One of the most common use cases for lambdas is as predicates in arguments to other functions that will use them in their execution. For example, many algorithms in the Standard Library accept lambdas as a parameter that will be used when the algorithm is executed. While this could be achieved by other means as well (e.g. with function objects) doing it with lambdas is certainly more clean and streamlined. A few examples are shown in the below code

// Old C++ (using only language constructs and a pure OOP approach)

class print_f
{
   public: void operator()(const std::string& name) {
       std::cout << name << " is " << name.length() << " characters long.\n";
   }
};

class start_with_C_f
{
   public: bool operator()(const std::string& name) {
       return name.at(0) == 'C';
   }
};

int main(int argc, char** argv)
{
    std::vector<std::string> names;
    names.push_back("Albert");
    names.push_back("Christian");
    names.push_back("Jocelyn");

    std::for_each(names.begin(), names.end(), print_f());

    auto name = std::find_if(names.begin(), names.end(), start_with_C_f());

    std::cout << "Found " << (*name) << std::endl;

    return 0;
}

// Modern C++

int main(int argc, char** argv)
{
    std::vector<std::string> names {
        "Albert", "Christian", "Jocelyn"
    };

    std::for_each(names.begin(), names.end(), [](const std::string& name)
    {
        std::cout << name << " is " << name.length() << " characters long.\n";
    });

    auto name = std::find_if(names.begin(), names.end(), [](const std::string& name)
    {
        return name.at(0) == 'C';
    });

    std::cout << "Found " << (*name) << std::endl;

    return 0;
}

But the power of lambdas goes far beyond these simple examples and a more thorough presentation would require a series of articles. Their versatility is probably not immediately apparent from the few cases illustrated here. They provide an easy mechanism to capture and transmit scoped state bound to a block of code in an immediate, clean and intuitive manner without cluttering the code with verbose workarounds (or external libraries).
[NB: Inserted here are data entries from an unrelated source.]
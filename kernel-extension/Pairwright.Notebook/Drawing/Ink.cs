namespace Pairwright.Notebook.Drawing;

/// <summary>The colours of every drawing. Text colours reach a contrast of at least 4.5 : 1 on <see cref="Paper"/> (WCAG 2.1, 1.4.3).</summary>
internal static class Ink
{
    public const string Paper = "#fdfdfb";
    public const string Panel = "#f3f4f0";
    public const string Text = "#1c2830";
    public const string Quiet = "#54626d";
    public const string Grid = "#dde1e2";
    public const string Frame = "#aeb7bc";

    public const string Left = "#17609c";
    public const string Right = "#b04a10";
    public const string Third = "#5d4a9c";
    public const string Overlay = "#ffd23f";

    public const string Met = "#1a6b40";
    public const string NotMet = "#a3242b";
    public const string Undecided = "#7a5a00";

    /// <summary>Colours that tell a few things over one another apart; all are dark enough for thin lines on paper.</summary>
    public static IReadOnlyList<string> Series { get; } = [Left, Right, "#2b7a4b", Third, "#9b2d6b", "#6b6a12", "#0f7a80", "#7d4a2c"];

    /// <summary>Bright colours for lines over pictures.</summary>
    public static IReadOnlyList<string> Bright { get; } =
        ["#ffd23f", "#4cc9f0", "#ff7a59", "#7ae582", "#f08cff", "#ffffff", "#ffae00", "#9fb4ff", "#00e0c6", "#ff9fb2"];
}
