using OpenCvSharp;
using Pairwright.Geometry;
using Pairwright.Imaging;
using Xunit;

namespace Pairwright.Tests.Imaging;

public class Pictures_and_maps_are_shown_alike_every_time
{
    [Fact]
    public void Encoding_twice_gives_the_same_bytes()
    {
        var picture = Patterns.Picture(40, 30, 12, colour: true);
        Assert.Equal(PictureCodec.EncodePng(picture), PictureCodec.EncodePng(picture));
    }

    // Source: OpenCV's decoder.
    [Fact]
    public void Grey_and_colours_come_out_in_eight_bits_at_their_places()
    {
        using var grey = Cv2.ImDecode(PictureCodec.EncodePng(new Picture(new(3, 1), [0, 2048, 4095], 12)), ImreadModes.Unchanged);
        using var colour = Cv2.ImDecode(PictureCodec.EncodePngRgb(new(2, 1), [1, 2, 3, 4, 5, 6]), ImreadModes.Unchanged);

        Assert.Equal([0, 128, 255], grey.AsSpan<byte>().ToArray().Select(level => (int)level));
        Assert.Equal([3, 2, 1, 6, 5, 4], colour.AsSpan<byte>().ToArray().Select(level => (int)level));
    }

    // Source: lightness L* of CIE 15 (2004), from sRGB after IEC 61966-2-1, both from memory.
    [Fact]
    public void Every_step_of_the_colour_scale_is_lighter_than_the_one_before_and_steps_are_even()
    {
        var lightness = Enumerable.Range(0, 65).Select(i => Lightness(ColourScale.Colour(i / 64.0))).ToArray();
        var steps = lightness.Skip(1).Zip(lightness, (next, here) => next - here).ToArray();

        Assert.All(steps, step => Assert.InRange(step, 0.5, 2.0));
        Assert.InRange(lightness[^1] - lightness[0], 70, 95);
    }

    [Fact]
    public void A_pixel_without_a_value_has_a_colour_that_no_value_has()
    {
        for (var i = 0; i < 8; i++)
        {
            var none = ColourScale.NoValue(i, 0);
            for (var share = 0.0; share <= 1; share += 1 / 512.0)
            {
                var some = ColourScale.Colour(share);
                var distance = Math.Abs(none.Red - some.Red) + Math.Abs(none.Green - some.Green) + Math.Abs(none.Blue - some.Blue);
                Assert.True(distance > 60, $"share {share} is only {distance} from no value");
            }
        }
    }

    [Fact]
    public void Painting_places_low_high_and_none()
    {
        var rgb = ColourScale.Paint(new(new(4, 1), [10, 20, float.NaN, 30]), low: 10, high: 20);
        (byte, byte, byte) At(int i) => (rgb[3 * i], rgb[3 * i + 1], rgb[3 * i + 2]);

        Assert.Equal(ColourScale.Colour(0), At(0));
        Assert.Equal(ColourScale.Colour(1), At(1));
        Assert.Equal(ColourScale.NoValue(2, 0), At(2));
        Assert.Equal(ColourScale.Colour(1), At(3));
    }

    [Fact]
    public void Quantiles_leave_outliers_and_holes_out()
    {
        var map = ScalarMap.From(new(101, 1), (u, _) => u == 0 ? 1e9f : u == 1 ? float.NaN : u);

        Assert.Equal((2.0, 100.0), map.Quantiles(0, 0.99));
        Assert.True(double.IsNaN(map.Select(_ => float.NaN).Quantiles().Low));
    }

    private static double Lightness((byte Red, byte Green, byte Blue) colour)
    {
        static double Linear(byte level) => level / 255.0 <= 0.04045 ? level / 255.0 / 12.92 : Math.Pow((level / 255.0 + 0.055) / 1.055, 2.4);
        var y = 0.2126 * Linear(colour.Red) + 0.7152 * Linear(colour.Green) + 0.0722 * Linear(colour.Blue);
        return y > 216 / 24389.0 ? 116 * Math.Cbrt(y) - 16 : y * 24389 / 27;
    }
}
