using Pairwright.Imaging;

namespace Pairwright.Notebook.Drawing;

/// <summary>Colours for shares from 0 to 1 whose lightness only rises or only falls, so that the order survives grey printing and colour blindness.</summary>
internal sealed class Ramp
{
    private readonly Func<double, (byte Red, byte Green, byte Blue)> colour;

    private Ramp(Func<double, (byte Red, byte Green, byte Blue)> colour) => this.colour = colour;

    /// <summary>For disparities and depths: the library's own scale.</summary>
    public static Ramp Values { get; } = new(ColourScale.Colour);

    /// <summary>For confidences: dark to light, without a hue that could be read as good or bad.</summary>
    public static Ramp Shares { get; } = Between(0x14202B, 0x4F6A80, 0xA9BDC9, 0xF7F8F4);

    /// <summary>For uncertainties: pale where small, dark red where large, so that trouble stands out on paper.</summary>
    public static Ramp Spreads { get; } = Between(0xFBF6E6, 0xF0C27B, 0xC8643C, 0x5E1224);

    public (byte Red, byte Green, byte Blue) At(double share) => colour(Math.Clamp(double.IsNaN(share) ? 0 : share, 0, 1));

    private static Ramp Between(params int[] anchors) => new(share =>
    {
        var along = share * (anchors.Length - 1);
        var before = Math.Min((int)along, anchors.Length - 2);
        byte Mixed(int shift)
        {
            var (from, to) = (anchors[before] >> shift & 255, anchors[before + 1] >> shift & 255);
            return (byte)Math.Round(from + (along - before) * (to - from));
        }

        return (Mixed(16), Mixed(8), Mixed(0));
    });
}
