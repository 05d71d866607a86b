namespace Pairwright.Notebook.Drawing;

/// <summary>One axis of a chart: its title with the unit, and the range it shows.</summary>
internal sealed record Axis(string Title, double Least, double Most)
{
    public bool IsHidden { get; init; }

    /// <summary>An axis over all finite values with a little room at both ends; from 0 to 1 when there are none.</summary>
    public static Axis Over(string title, IEnumerable<double> values, bool fromZero = false, double room = 0.05)
    {
        var finite = values.Where(double.IsFinite).ToArray();
        if (finite.Length == 0)
        {
            return new(title, 0, 1);
        }

        var (least, most) = (finite.Min(), finite.Max());
        if (fromZero)
        {
            (least, most) = (Math.Min(least, 0), Math.Max(most, 0));
        }

        if (!(most > least))
        {
            var around = Math.Max(Math.Abs(most) * 0.05, 1e-6);
            (least, most) = fromZero && most == 0 ? (0, 1) : (least - around, most + around);
        }

        var margin = room * (most - least);
        return new(title, fromZero && least == 0 ? 0 : least - margin, fromZero && most == 0 ? 0 : most + margin);
    }

    /// <summary>Where a value lies between the ends, 0 to 1.</summary>
    public double Share(double value) => (value - Least) / (Most - Least);
}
Regarding their use cases, it seems that this feature is quite controversial among C++ programmers. It’s either underestimated or overused. And honestly, it’s very easy to misuse them to get the opposite effects of what they were designed for. If you find yourself writing lots of lambdas that are quite complex or that do the same things, then you don’t need lambdas in the first place but plain old free functions. However, for local short computations, writing in-line functions can make the code more readable. For example, with STL algorithms that require predicates, writing lambda functions make their use more straightforward. They are also very useful in the development of asynchronous systems, as callbacks, to perform non-trivial initialization of variables and to create on-the-fly validation functions, among other things.